*** Opening EXERCISE DATA ***

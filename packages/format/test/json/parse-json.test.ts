import fc from 'fast-check';
import { describe, expect, it } from 'vitest';
import { ThalwegError } from '@thalweg/core';
import { parseJson } from '../../src/json/parse-json.js';
import { caughtError, refusal } from '../support/caught-error.js';

const bytes = (...values: number[]) => Uint8Array.from(values);

describe('parseJson', () => {
  it('agrees with JSON.parse on every JSON value', () => {
    fc.assert(
      fc.property(fc.json({ maxDepth: 6 }), fc.constantFrom(undefined, 2, '\t'), (text, space) => {
        const value: unknown = JSON.parse(text);
        fc.pre(!text.includes('__proto__'));
        expect(parseJson(JSON.stringify(value, null, space))).toStrictEqual(value);
      }),
    );
  });

  it('never throws anything but a ThalwegError, and accepts nothing that JSON.parse refuses', () => {
    const texts = fc.oneof(
      fc.string({ unit: 'binary' }),
      fc.string({ unit: fc.constantFrom(...'{}[]",:\\u0123456789eE+-. \ntruefalsn') }),
      fc.tuple(fc.json(), fc.nat(), fc.string({ maxLength: 2 })).map(([text, at, insert]) => {
        const place = at % (text.length + 1);
        return text.slice(0, place) + insert + text.slice(place + 1);
      }),
    );
    fc.assert(
      fc.property(texts, (text) => {
        let value: unknown;
        try {
          value = parseJson(text);
        } catch (error) {
          expect(error).toBeInstanceOf(ThalwegError);
          return;
        }
        expect(JSON.parse(text)).toEqual(value);
      }),
      { numRuns: 2000 },
    );
  });

  it('reads UTF-8 bytes and skips a byte order mark', () => {
    expect(parseJson(new TextEncoder().encode('{"σ": "𝔐"}'))).toEqual({ σ: '𝔐' });
    expect(parseJson(bytes(0xef, 0xbb, 0xbf, 0x5b, 0x31, 0x5d))).toEqual([1]);
    expect(refusal(() => parseJson(bytes(0x22, 0xff, 0x22)))).toEqual([
      'not-json',
      undefined,
      'expected UTF-8 text, got bytes that are not UTF-8; save the file in UTF-8',
    ]);
  });

  it('keeps numbers as JavaScript reads them', () => {
    expect(parseJson('[0, -0, 1e3, 1E-2, 123456789012345680000, 5e-324, 1e-400]')).toEqual([
      0, -0, 1000, 0.01, 123456789012345680000, 5e-324, 0,
    ]);
  });

  it('names field, line and column', () => {
    const error = caughtError(() => parseJson('{\n  "a": [1,\n    2, x]\n}'));
    expect(error.message).toBe(
      'expected a JSON value, got x (line 3, column 8); write a number, a text in double quotes, [...], {...}, true, false or null',
    );
    expect(error.pointer).toBe('/a/2');
    expect(error.details).toEqual({ line: 3, column: 8, offset: 20 });
  });

  const cases: [name: string, text: string, code: string, pointer: string, message: string][] = [
    [
      'a duplicate key',
      '{"a": 1, "a": 1}',
      'duplicate-key',
      '/a',
      'expected each field once, got "a" again (line 1, column 10); remove one of them',
    ],
    [
      'a duplicate key behind an escape',
      '{"a": 1, "\\u0061": 1}',
      'duplicate-key',
      '/a',
      'expected each field once, got "a" again (line 1, column 10); remove one of them',
    ],
    [
      'a nested duplicate key',
      '[{"x/y": {"k": 0, "k": 0}}]',
      'duplicate-key',
      '/0/x~1y/k',
      'expected each field once, got "k" again (line 1, column 19); remove one of them',
    ],
    [
      'the key __proto__',
      '{"__proto__": {"polluted": 1}}',
      'unknown-field',
      '/__proto__',
      'expected the fields of a document, got "__proto__" (line 1, column 2); remove it',
    ],
    [
      'NaN',
      '[NaN]',
      'not-finite',
      '/0',
      'expected a finite number, got NaN (line 1, column 2); JSON has no such number: leave it out',
    ],
    [
      '-Infinity',
      '{"a": -Infinity}',
      'not-finite',
      '/a',
      'expected a finite number, got -Infinity (line 1, column 7); JSON has no such number: leave it out',
    ],
    [
      'a number beyond the double range',
      '[1e309]',
      'not-finite',
      '/0',
      'expected a number below 1.8e308 in size, got 1e309 (line 1, column 2); write a finite number',
    ],
    [
      'half a surrogate pair, escaped',
      '["\\ud834"]',
      'not-json',
      '/0',
      'expected Unicode text, got half of a surrogate pair (line 1, column 2); write both halves or remove it',
    ],
    [
      'half a surrogate pair, raw',
      '["\ud834"]',
      'not-json',
      '/0',
      'expected Unicode text, got half of a surrogate pair (line 1, column 2); write both halves or remove it',
    ],
    [
      'half a surrogate pair in a key',
      '{"\\udd1e": 1}',
      'not-json',
      '',
      'expected Unicode text, got half of a surrogate pair (line 1, column 2); write both halves or remove it',
    ],
    [
      'a trailing comma in an object',
      '{"a": 1,}',
      'not-json',
      '/a',
      'expected a field name in double quotes, got "}" (line 1, column 9); remove a trailing comma or add the quotes',
    ],
    [
      'a trailing comma in a list',
      '[1,]',
      'not-json',
      '/1',
      'expected a JSON value, got "]" (line 1, column 4); write a number, a text in double quotes, [...], {...}, true, false or null',
    ],
    [
      'single quotes',
      "{'a': 1}",
      'not-json',
      '',
      'expected a field name in double quotes, got "\'" (line 1, column 2); remove a trailing comma or add the quotes',
    ],
    ['a missing colon', '{"a" 1}', 'not-json', '/a', 'expected ":" after "a", got 1 (line 1, column 6); add the colon'],
    [
      'a missing comma in a list',
      '[1 2]',
      'not-json',
      '/0',
      'expected "," or "]" in a list, got 2 (line 1, column 4); close the list or add the comma',
    ],
    [
      'a missing comma in an object',
      '{"a": 1 "b": 2}',
      'not-json',
      '/a',
      'expected "," or "}" in an object, got "\\"" (line 1, column 9); close the object or add the comma',
    ],
    [
      'two documents',
      '{} {}',
      'not-json',
      '',
      'expected the end of the text after the document, got "{" (line 1, column 4); remove what follows',
    ],
    [
      'the empty text',
      '',
      'not-json',
      '',
      'expected a JSON value, got the end of the text (line 1, column 1); write a number, a text in double quotes, [...], {...}, true, false or null',
    ],
    [
      'a leading zero',
      '[01]',
      'not-json',
      '/0',
      'expected a JSON value, got 01 (line 1, column 2); write a number, a text in double quotes, [...], {...}, true, false or null',
    ],
    [
      'an unclosed text',
      '["abc',
      'not-json',
      '/0',
      'expected a text to end, got the end of the text (line 1, column 6); close it with a double quote',
    ],
    [
      'a raw line break in a text',
      '["a\nb"]',
      'not-json',
      '/0',
      'expected no control character inside a text, got "\\n" (line 1, column 4); write line breaks as \\n and tabs as \\t',
    ],
    [
      'a wrong escape',
      '["\\x41"]',
      'not-json',
      '/0',
      'expected an escape such as \\n or \\" after a backslash, got x41 (line 1, column 4); double the backslash to mean itself',
    ],
    [
      'a short \\u escape',
      '["\\u12"]',
      'not-json',
      '/0',
      'expected four hexadecimal digits after \\u, got 12 (line 1, column 5); write for example \\u03c3',
    ],
    [
      'a comment',
      '[1] // one',
      'not-json',
      '',
      'expected the end of the text after the document, got "/" (line 1, column 5); remove what follows',
    ],
  ];
  it.each(cases)('refuses %s', (_name, text, code, pointer, message) => {
    expect(refusal(() => parseJson(text))).toEqual([code, pointer, message]);
  });

  it('bounds depth and length', () => {
    const nested = (depth: number) => '['.repeat(depth) + ']'.repeat(depth);
    expect(parseJson(nested(64))).toBeInstanceOf(Array);
    expect(refusal(() => parseJson(nested(65)))).toEqual([
      'too-large',
      '/0'.repeat(64),
      'expected at most 64 levels of nesting, got more (line 1, column 65); flatten the document',
    ]);
    expect(refusal(() => parseJson(nested(1_000_000)))[0]).toBe('too-large');
    expect(refusal(() => parseJson('[1234]', { depth: 64, length: 5 }))).toEqual([
      'too-large',
      undefined,
      'expected at most 5 characters of JSON, got 6; move large matrices to .npy files',
    ]);
  });

  it('does not touch prototypes', () => {
    const value = parseJson('{"constructor": 1, "toString": 2}') as Record<string, unknown>;
    expect(Object.keys(value)).toEqual(['constructor', 'toString']);
    expect(() => parseJson('{"__proto__": {"polluted": true}}')).toThrow(ThalwegError);
    expect(({} as Record<string, unknown>)['polluted']).toBeUndefined();
  });
});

*** Closing EXERCISE DATA ***

Tally the lines of the data that contain the word "import", and give only that tally.

_RESPONSE BELOW:_ 5